IBM Systems Lab Services

The world’s smartest supercomputers, built on IBM Systems

Share this post:

Every year, computers get smarter and faster as they adapt to emerging technology challenges. Collaborating on these industry-leading computing solutions is an exciting frontier. As we begin a new year, IBM Systems Lab Services is wrapping up our largest contract to date on one such project — a collaborative high-performance computing (HPC) endeavor by the US Department of Energy (DOE) called CORAL.

The CORAL project includes some of the world’s smartest and most powerful computers, built on IBM Power Systems with IBM Elastic Storage Server, IBM Spectrum Scale and an IBM software stack. A large team effort by IBM Systems Lab Services was vital to its successful implementation.

What is the CORAL project?

CORAL stands for “Collaboration of Oak Ridge, Argonne and Livermore.” The project is a collaboration between the National Nuclear Security Administration’s Advanced Simulation and Computing (ASC) Program and the Office of Science’s ASC Research program that culminates in high-performance supercomputers at Oak Ridge, Argonne and Lawrence Livermore National Laboratories.

Collaboration for success

CORAL was a huge project with many moving parts, and successful delivery required leadership from technical professionals with proven expertise on IT infrastructure design and implementation.
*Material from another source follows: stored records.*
# ---------------------------------------------------------------------- sections
def _masthead(r: EventReport) -> str:
    cur, shown = r.current, r.shown
    state = cur.state
    sub = [f"revision {cur.revision}", f"merger {cur.merger_time_iso}"]
    if cur.received_at_iso:
        sub.append(f"received {cur.received_at_iso}")
    shown_note = ""
    if shown.revision != cur.revision:
        shown_note = (f'<p class="shown">Candidates, hosts and the sky plot are those of revision '
                      f'{shown.revision}, the last one with a localization.</p>')
    return (
        '<header class="masthead">'
        f'<p class="kicker">matcher · per-event report{_e(" · written " + r.generated_at_iso) if r.generated_at_iso else ""}'
        '</p>'
        f'<h1><span class="event-id">{_e(r.event_id)}</span> '
        f'<span class="badge state-{_e(state)}">{_e(state)}</span></h1>'
        f'<p class="sub">{" · ".join(_e(s) for s in sub)}</p>'
        f'{shown_note}'
        '</header>'
    )


def _caution() -> str:
    return f'<aside class="caution" role="note"><strong>Decision aid.</strong> {_e(CAUTION)}</aside>'


def _headline(r: EventReport) -> str:
    if r.withdrawn:
        return (f'<p class="headline withdrawn">This event was <strong>withdrawn</strong> in revision '
                f'{r.current.revision}. Its results are kept, marked withdrawn; do not act on them.</p>')
    if not r.candidates:
        return (f'<p class="headline">No transient report has been matched to revision {r.revision} yet. '
                'The sky plot and host galaxies below show where to look.</p>')
    c = r.candidates[0]
    parts = [f'Best candidate: <strong>{_e(c.transient_id)}</strong> ({_e(c.klass)})',
             f'P<sub>assoc</sub> {_e(format_number(c.p_assoc))}', f'FAP {_e(format_number(c.fap))}',
             f'{_e(format_duration(c.dt_s))} after merger']
    if c.best_host_id:
        parts.append(f'best host galaxy {_e(c.best_host_id)}')
    more = r.n_candidates_total - 1
    if more > 0 and r.n_candidates_total > len(r.candidates):
        tail = f" {more} more candidates; the best {len(r.candidates)} are listed below."
    elif more > 0:
        tail = f' {more} more candidate{"s" if more != 1 else ""} below.'
    else:
        tail = ""
    return f'<p class="headline">{", ".join(parts)}.{_e(tail)}</p>'


_PROB_ORDER = ("bns", "nsbh", "bbh", "terrestrial")


def _ordered_probs(probs) -> list[tuple[str, float]]:
    """Source probabilities in the usual order (BNS, NSBH, BBH, terrestrial), any others after."""
    rows = [(k, probs[k]) for k in _PROB_ORDER if k in probs]
    return rows + [(k, v) for k, v in probs.items() if k not in _PROB_ORDER]


def _prob_bars(probs) -> str:
    if not probs:
        return _DASH
    rows = _ordered_probs(probs)
    out = ['<table class="bars">']
    for k, v in rows:
        width = 0.0 if _nan(v) else max(0.0, min(1.0, v)) * 100.0
        out.append(f'<tr><th scope="row">{_e(k.upper() if k != "terrestrial" else k)}</th>'
                   f'<td class="bar"><span class="bar-fill" style="width:{width:.1f}%"></span></td>'
                   f'<td class="num" data-col="source_probs.{_e(k)}" data-value="{_e(_value_attr(v))}">'
                   f'{_e(format_number(v, 2) if not _nan(v) and v >= 0.01 else format_number(v))}</td></tr>')
    out.append("</table>")
    return "".join(out)


def _facts(r: EventReport) -> str:
    s = r.shown
    items = [
        ("50% area", _e(_area(s.area50_deg2))),
        ("90% area", _e(_area(s.area90_deg2))),
        ("distance", _e(_mpc(s.distance_mpc, s.distance_err_mpc)) + ('<span class="hint block">sky-marginal mean ± '
                                                                     'std</span>' if not _nan(s.distance_mpc) else "")),
        ("FAR", _far_html(s.far_per_year)),
        ("p<sub>astro</sub>", _e(format_number(s.p_astro))),
        ("candidates", _e(_candidate_count(r))),
        ("host galaxies", _e(_host_count(r))),
    ]
    dl = "".join(f'<div class="fact"><dt>{k}</dt><dd>{v}</dd></div>' for k, v in items)
    probs = s.source_probs
    return (f'<section class="facts" id="summary"><h2>Summary of revision {s.revision}</h2>'
            f'<div class="facts-grid"><dl>{dl}</dl>'
            f'<div class="probs"><h3>source probabilities</h3>{_prob_bars(probs)}</div></div></section>')


def _candidate_count(r: EventReport) -> str:
    n = len(r.candidates)
    if r.n_candidates_total > n:
        return f"{n} shown of {r.n_candidates_total}"
    return str(n)


def _host_count(r: EventReport) -> str:
    if not r.hosts:
        return "none ranked"
    text = f"top {len(r.hosts)}, holding {format_number(r.hosts[-1].cum_prob)}"
    if not _nan(r.p_outside_catalog):
        text += f"; not in catalogue {format_number(r.p_outside_catalog)}"
    return text


def _figure(f: ReportFigure) -> str:
    data = base64.b64encode(f.png).decode("ascii")
    cap = f"<figcaption>{_e(f.caption)}</figcaption>" if f.caption else ""
    return (f'<figure class="plot"><h3>{_e(f.title)}</h3>'
            f'<img src="data:image/png;base64,{data}" alt="{_e(f.alt)}" width="{f.width_px}" '
            f'height="{f.height_px}">{cap}</figure>')


def _figures(r: EventReport) -> str:
    if not r.figures:
        return ('<section id="sky"><h2>Sky</h2><p class="empty">No sky plot: this revision has no '
                'localization the report could read.</p></section>')
    return '<section id="sky"><h2>Sky</h2>' + "".join(_figure(f) for f in r.figures) + "</section>"


def _candidate_row(c: CandidateRow) -> str:
    cells = [
        _td("rank", c.rank, str(c.rank)),
        _td_text("transient_id", c.transient_id, "id"),
        _td_text("class", c.klass),
        _td("p_assoc", c.p_assoc, format_number(c.p_assoc), "num key"),
        _td("fap", c.fap, format_number(c.fap), "num key"),
        _td("odds", c.odds, format_number(c.odds), "num key"),
        _td("prior", c.prior, format_number(c.prior)),
        _td("sky_per_sr", c.sky_per_sr, format_number(c.sky_per_sr)),
        _td("time_per_s", c.time_per_s, format_number(c.time_per_s)),
        _td("distance_factor", c.distance_factor, format_number(c.distance_factor)),
        _td("rate_per_sr_per_s", c.rate_per_sr_per_s, format_number(c.rate_per_sr_per_s)),
        _td("dt_s", c.dt_s, format_duration(c.dt_s)),
        _td("searched_area_deg2", c.searched_area_deg2, _area(c.searched_area_deg2)),
        _td("distance_mpc", c.distance_mpc, _mpc(c.distance_mpc, c.distance_err_mpc)),
        _td_text("best_host_id", c.best_host_id, "id"),
        _td("best_host_prob", c.best_host_prob, format_number(c.best_host_prob)),
        _td_text("status", c.status, f"status status-{c.status}"),
    ]
    return f'<tr data-transient-id="{_e(c.transient_id)}" data-rank="{c.rank}">{"".join(cells)}</tr>'


def _candidates(r: EventReport) -> str:
    head = (
        '<thead><tr class="group"><th colspan="3"></th><th colspan="3">result</th>'
        '<th colspan="5" class="terms">odds = π/(1−π) · I · T · D / r</th><th colspan="3"></th>'
        '<th colspan="2">best host</th><th></th></tr>'
        '<tr><th scope="col">rank</th><th scope="col">transient</th><th scope="col">class</th>'
        '<th scope="col" title="association probability within its class">P<sub>assoc</sub></th>'
        '<th scope="col" title="false-association probability">FAP</th>'
        '<th scope="col" title="posterior odds against unrelated">odds</th>'
        '<th scope="col" title="prior probability of a reported counterpart of the class">π</th>'
        '<th scope="col" title="sky overlap, per steradian">I (sr⁻¹)</th>'
        '<th scope="col" title="time term, per second">T (s⁻¹)</th>'
        '<th scope="col" title="distance Bayes factor">D</th>'
        '<th scope="col" title="background rate of the class">r (sr⁻¹ s⁻¹)</th>'
        '<th scope="col" title="report time minus merger time">Δt</th>'
        '<th scope="col" title="area of the map denser than at the report">searched area</th>'
        '<th scope="col">distance</th>'
        '<th scope="col">galaxy</th><th scope="col" title="probability of that host">P</th>'
        '<th scope="col">status</th></tr></thead>'
    )
    if r.candidates:
        body = "<tbody>" + "".join(_candidate_row(c) for c in r.candidates) + "</tbody>"
    else:
        body = '<tbody><tr class="empty"><td colspan="17">no candidates matched</td></tr></tbody>'
    more = ""
    if r.n_candidates_total > len(r.candidates):
        more = (f'<p class="hint">The best {len(r.candidates)} of {r.n_candidates_total} candidates are shown '
                f'(the display limit of the reports configuration).</p>')
    return (
        f'<section id="candidates-section"><h2>Candidates of revision {r.revision}</h2>'
        f'<div class="scroll"><table id="candidates" class="data">{head}{body}</table></div>{more}'
        '<p class="legend">Ranked by odds, then FAP, then id. P<sub>assoc</sub> is normalized among the '
        'candidates of the same class (at most one is the counterpart), so candidates of different classes can '
        'both be near 1. FAP is the chance that unrelated reports of the class alone give one scoring at least '
        'as high. Terms: π the class prior, I the sky overlap, T the time term, D the distance factor, r the '
        'background rate.</p></section>'
    )


def _host_row(h: HostRow) -> str:
    return (f'<tr data-galaxy-id="{_e(h.galaxy_id)}" data-rank="{h.rank}">'
            + _td("rank", h.rank, str(h.rank)) + _td_text("galaxy_id", h.galaxy_id, "id")
            + _td("p_host", h.p_host, format_number(h.p_host), "num key")
            + _td("cum_prob", h.cum_prob, format_number(h.cum_prob))
            + f'<td class="bar" aria-hidden="true"><span class="bar-fill host" style="width:'
              f'{0.0 if _nan(h.cum_prob) else min(h.cum_prob, 1.0) * 100:.1f}%"></span></td>'
            + _td("ra_deg", h.ra_deg, f"{h.ra_deg:.4f}") + _td("dec_deg", h.dec_deg, f"{h.dec_deg:+.4f}")
            + _td("distance_mpc", h.distance_mpc, _mpc(h.distance_mpc, h.distance_err_mpc))
            + "</tr>")


def _hosts(r: EventReport) -> str:
    note = f'<p class="hint">{_e(r.host_note)}</p>' if r.host_note else ""
    if not r.hosts:
        return f'<section id="hosts-section"><h2>Host galaxies</h2>{note}<p class="empty">No host ranking.</p></section>'
    outside = ""
    if not _nan(r.p_outside_catalog):
        outside = (f'<p class="hint">Probability that the host is not in the catalogue: '
                   f'{_e(format_number(r.p_outside_catalog))}; the galaxy probabilities add up to the rest.</p>')
    head = ('<thead><tr><th scope="col">rank</th><th scope="col">galaxy</th><th scope="col">P<sub>host</sub></th>'
            '<th scope="col">cumulative</th><th scope="col"><span class="sr">cumulative bar</span></th>'
            '<th scope="col">RA (deg)</th><th scope="col">Dec (deg)</th><th scope="col">distance</th></tr></thead>')
    body = "<tbody>" + "".join(_host_row(h) for h in r.hosts) + "</tbody>"
    return (f'<section id="hosts-section"><h2>Host galaxies of revision {r.revision}</h2>{note}{outside}'
            f'<div class="scroll"><table id="hosts" class="data">{head}{body}</table></div></section>')


def _revision_row(v: RevisionSummary, shown: int) -> str:
    probs = ", ".join(f"{k.upper() if k != 'terrestrial' else k} {format_number(p, 2)}"
                      for k, p in _ordered_probs(v.source_probs)) or _DASH
    mark = []
    if v.is_current:
        mark.append("current")
    if v.revision == shown:
        mark.append("shown")
    cls = " ".join(f"is-{m}" for m in mark)
    return (f'<tr class="{cls}">' + _td("revision", v.revision, str(v.revision))
            + f'<td><span class="badge state-{_e(v.state)}">{_e(v.state)}</span>'
              f'{"".join(f" <em>{m}</em>" for m in mark)}</td>'
            + _td_text("merger_time_iso", v.merger_time_iso, "time")
            + _td_text("received_at_iso", v.received_at_iso, "time")
            + _td("far_per_year", v.far_per_year, format_number(v.far_per_year))
            + _td("p_astro", v.p_astro, format_number(v.p_astro))
            + f'<td class="wrap">{_e(probs)}</td>'
            + _td("area50_deg2", v.area50_deg2, _area(v.area50_deg2))
            + _td("area90_deg2", v.area90_deg2, _area(v.area90_deg2))
            + _td("distance_mpc", v.distance_mpc, _mpc(v.distance_mpc, v.distance_err_mpc))
            + _td("n_results", v.n_results, str(v.n_results)) + "</tr>")


def _revisions(r: EventReport) -> str:
    head = ('<thead><tr><th scope="col">rev.</th><th scope="col">state</th><th scope="col">merger time (UTC)</th>'
            '<th scope="col">received (UTC)</th><th scope="col">FAR (yr⁻¹)</th><th scope="col">p<sub>astro</sub></th>'
            '<th scope="col">source probabilities</th><th scope="col">50% area</th><th scope="col">90% area</th>'
            '<th scope="col">distance</th><th scope="col">results</th></tr></thead>')
    body = "<tbody>" + "".join(_revision_row(v, r.revision) for v in r.revisions) + "</tbody>"
    return (f'<section id="revisions-section"><h2>Revision history</h2><div class="scroll">'
            f'<table id="revisions" class="data">{head}{body}</table></div></section>')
Lab Services contributed roughly 40 technical consultants who put in approximately 20,000 hours of service over the last two and a half years, starting with deploying early-access systems with IBM POWER8 to accelerate IBM POWER9 adoption.

We provided a wide range of services, including designing, planning and implementing the deployment.  Specifically, Lab Services:

  • Delivered technical project management for the Oak Ridge and Livermore CORAL systems
  • Assisted IBM Development and Manufacturing with cluster infrastructure design and build
  • Provided detailed schedules, resource plans and costs for solution deployments
  • Leveraged sub-contractors for the labor-intensive physical build-outs of racks and HPC hardware
  • Performed hardware installation and system build-out of the HPC compute and Elastic Storage Server storage cluster systems
  • Provided hardware verification, cluster management verification prior to advanced cluster testing
  • Provided assistance to IBM Development during triage efforts, deployment fixes and final acceptance support
  • Interfaced with our NVIDIA, Mellanox, Seagate and Red Hat partners
  • Worked closely with Mellanox for Infiniband and Ethernet network cabling installation design and bring-up support

These contributions were vital to the successful implementation of CORAL, and now we have the opportunity to see the world’s most powerful computers put to work using artificial intelligence (AI) for scientific research.

About the supercomputers

Summit is the HPC system at Oak Ridge National Laboratory (currently positioned as number 1 of the Top 500 most powerful commercially available computer systems today), and Sierra is the HPC system at Lawrence Livermore National Laboratory (ranked number 2).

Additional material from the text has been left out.